* _ASSIGNMENT_:
From the entries below, report only the number of lines that contain the word "place".

++++ SOURCE RECORDS

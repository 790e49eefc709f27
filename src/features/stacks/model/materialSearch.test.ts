import { describe, expect, it } from 'vitest';
import type { MaterialSummary } from '../../../../shared/material.ts';
import { searchMaterials } from './materialSearch.ts';

function buildSummary(id: string, formula: string, name: string, preferred = true): MaterialSummary {
  return {
    id,
    version: 1,
    name,
    formula,
    class: 'noble',
    groupId: null,
    rangeNm: [200, 2000],
    voigtRangeNm: null,
    preferred,
    citation: 'Optical constants, 1972',
    confidence: 'measured',
    voigtConfidence: null,
    indexKind: 'table',
    voigtKind: null,
    anisotropy: null,
    updatedAt: '2026-03-01T09:00:00.000Z',
  };
}

const library = [
  buildSummary('au-2', 'Au', 'Gold, evaporated', false),
  buildSummary('c', 'C', 'Graphite'),
  buildSummary('au-1', 'Au', 'Gold'),
  buildSummary('co', 'Co', 'Cobalt'),
  buildSummary('sapphire', 'Al2O3', 'Sapphire'),
];
const found = (query: string) => searchMaterials(library, query).map(({ id }) => id);

describe('searchMaterials', () => {
  it('puts the formula as typed first, the preferred source before the other', () => {
    expect(found('au')).toEqual(['au-1', 'au-2']);
    expect(found('c')[0]).toBe('c');
    expect(found('gold')).toEqual(['au-1', 'au-2']);
  });

  it('wants every word, in formula, name, class or source', () => {
    expect(found('gold evaporated')).toEqual(['au-2']);
    expect(found('nothing of the kind')).toEqual([]);
    expect(found('')).toHaveLength(5);
    expect(found('noble 1972')).toHaveLength(5);
  });
});
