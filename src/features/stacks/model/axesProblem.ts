import { z } from 'zod';
import { axisSchema } from '../../../../shared/run.ts';
import { checkAxes } from '../../../../shared/runAxes.ts';
import type { PreviewAxes } from './sweepAxis.ts';

const axesSchema = z
  .object({ axis: axisSchema, second: axisSchema.optional(), family: axisSchema.optional() })
  .superRefine(checkAxes);

/** What is wrong between the axes of a sweep, in a sentence; null when they go together. */
export function axesProblem({ axis, second, family }: PreviewAxes): string | null {
  const parsed = axesSchema.safeParse({
    axis,
    ...(second ? { second } : {}),
    ...(family ? { family } : {}),
  });
  // What is wrong inside an axis is said at its field.
  const between = parsed.error?.issues.find(({ path }) => path.length > 0 && path[0] !== 'axis');
  if (!between) return null;
  const where = between.path[0] === 'family' ? 'The family' : 'The second axis';
  return `${where}: ${String(between.path[1] ?? '')} ${between.message}`;
}
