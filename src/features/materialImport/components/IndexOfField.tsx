import type { MaterialSummary } from '../../../../shared/material.ts';
import { Field } from '../../../components/Field.tsx';
import { Select } from '../../../components/Select.tsx';
import { formatFormula, formatRange } from '../../../lib/format.ts';
import type { ColumnPlan } from '../model/columnPlan.ts';

type IndexOfFieldProps = {
  materials: readonly MaterialSummary[];
  value: ColumnPlan['indexOf'];
  onChange: (value: ColumnPlan['indexOf']) => void;
};

/** The material that gives N where the table has only magneto-optic columns. */
export function IndexOfField({ materials, value, onChange }: IndexOfFieldProps) {
  const sorted = [...materials].sort((a, b) => a.formula.localeCompare(b.formula, 'en'));
  const options = [
    { value: '', label: 'choose a material', disabled: true },
    ...sorted.map(({ id, formula, name, rangeNm }) => ({
      value: id,
      label: `${formatFormula(formula)}, ${name} (${id}), ${formatRange(rangeNm, 'nm')}`,
    })),
  ];
  return (
    <Field
      label="N is that of"
      hint="The table has no n and k. Its magneto-optic columns are converted with the N of this material, and the new material takes over its n and k with their source."
      className="max-w-xl"
    >
      {(control) => (
        <Select
          {...control}
          value={value?.material ?? ''}
          options={options}
          onValueChange={(id) => {
            const chosen = materials.find((material) => material.id === id);
            if (chosen) onChange({ material: chosen.id, version: chosen.version });
          }}
        />
      )}
    </Field>
  );
}
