import { Arrow } from '../../../components/Arrow.tsx';

/** The axes of a tensor, x to the right, y toward the reader and z down, with the magnetization along or against z. */
export function AxesDrawing({ along }: { along: '+z' | '-z' }) {
  const [from, to] = along === '+z' ? [30, 92] : [92, 30];
  return (
    <svg viewBox="0 0 200 104" aria-hidden="true" className="w-full max-w-[230px]" fontSize="11">
      <Arrow from={[48, 18]} to={[104, 18]} color="var(--muted)" head={8} />
      <Arrow from={[48, 18]} to={[48, 98]} color="var(--muted)" head={8} />
      <circle cx="48" cy="18" r="6" fill="var(--panel)" stroke="var(--muted)" />
      <circle cx="48" cy="18" r="1.8" fill="var(--muted)" />
      <text x="108" y="22" fill="var(--muted)">
        x
      </text>
      <text x="30" y="14" fill="var(--muted)">
        y
      </text>
      <text x="32" y="98" fill="var(--muted)">
        z
      </text>
      <Arrow from={[78, from]} to={[78, to]} color="var(--magnet)" width={3} />
      <text x="90" y="66" fill="var(--ink)" fontSize="13">
        +m
      </text>
    </svg>
  );
}
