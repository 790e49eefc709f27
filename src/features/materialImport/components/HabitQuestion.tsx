import { useId } from 'react';
import type { ReactNode } from 'react';

export type HabitChoice<Value extends string> = {
  value: Value;
  label: ReactNode;
  /** What follows from it, in a line. */
  says: ReactNode;
  drawing: ReactNode;
};

type HabitQuestionProps<Value extends string> = {
  question: string;
  /** What goes wrong when it is answered wrongly. */
  why: ReactNode;
  choices: readonly HabitChoice<Value>[];
  /** How to find out. */
  help: ReactNode;
  answer: Value | undefined;
  onAnswer: (value: Value) => void;
};

/** One sign habit of the source, asked with two drawings. Nothing is chosen beforehand. */
export function HabitQuestion<Value extends string>(props: HabitQuestionProps<Value>) {
  const { question, why, choices, help, answer, onAnswer } = props;
  const name = useId();
  return (
    <fieldset className="min-w-0 border-t border-line pt-3 first:border-t-0 first:pt-0">
      <legend className="float-left w-full font-semibold">{question}</legend>
      <p id={`${name}-why`} className="clear-both mb-2.5 max-w-prose text-note text-muted">
        {why}
      </p>
      <div className="grid max-w-[640px] grid-cols-2 gap-3 max-sm:gap-2">
        {choices.map(({ value, label, says, drawing }, place) => (
          <label
            key={value}
            className={`flex cursor-pointer flex-col gap-1.5 rounded-control border p-2.5 has-[:focus-visible]:outline-2 has-[:focus-visible]:outline-offset-2 has-[:focus-visible]:outline-accent ${answer === value ? 'border-accent bg-accent-soft/50 ring-1 ring-accent' : 'border-edge bg-panel hover:bg-accent-soft/40'}`}
          >
            <span className="flex justify-center">{drawing}</span>
            <span className="flex items-baseline gap-2">
              <input
                type="radio"
                name={name}
                value={value}
                checked={answer === value}
                aria-labelledby={`${name}-${place}-label`}
                aria-describedby={`${name}-why ${name}-${place}`}
                className="accent-accent"
                onChange={() => onAnswer(value)}
              />
              <span id={`${name}-${place}-label`} className="font-medium">
                {label}
              </span>
            </span>
            <span id={`${name}-${place}`} className="text-note text-muted">
              {says}
            </span>
          </label>
        ))}
      </div>
      <details className="mt-2 max-w-prose text-note">
        <summary className="w-fit text-accent">I do not know: how to find out</summary>
        <div className="mt-1.5 flex flex-col gap-1.5 text-muted">{help}</div>
      </details>
    </fieldset>
  );
}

++++++++

* _SOLUTION TO THIS PROBLEM_:
5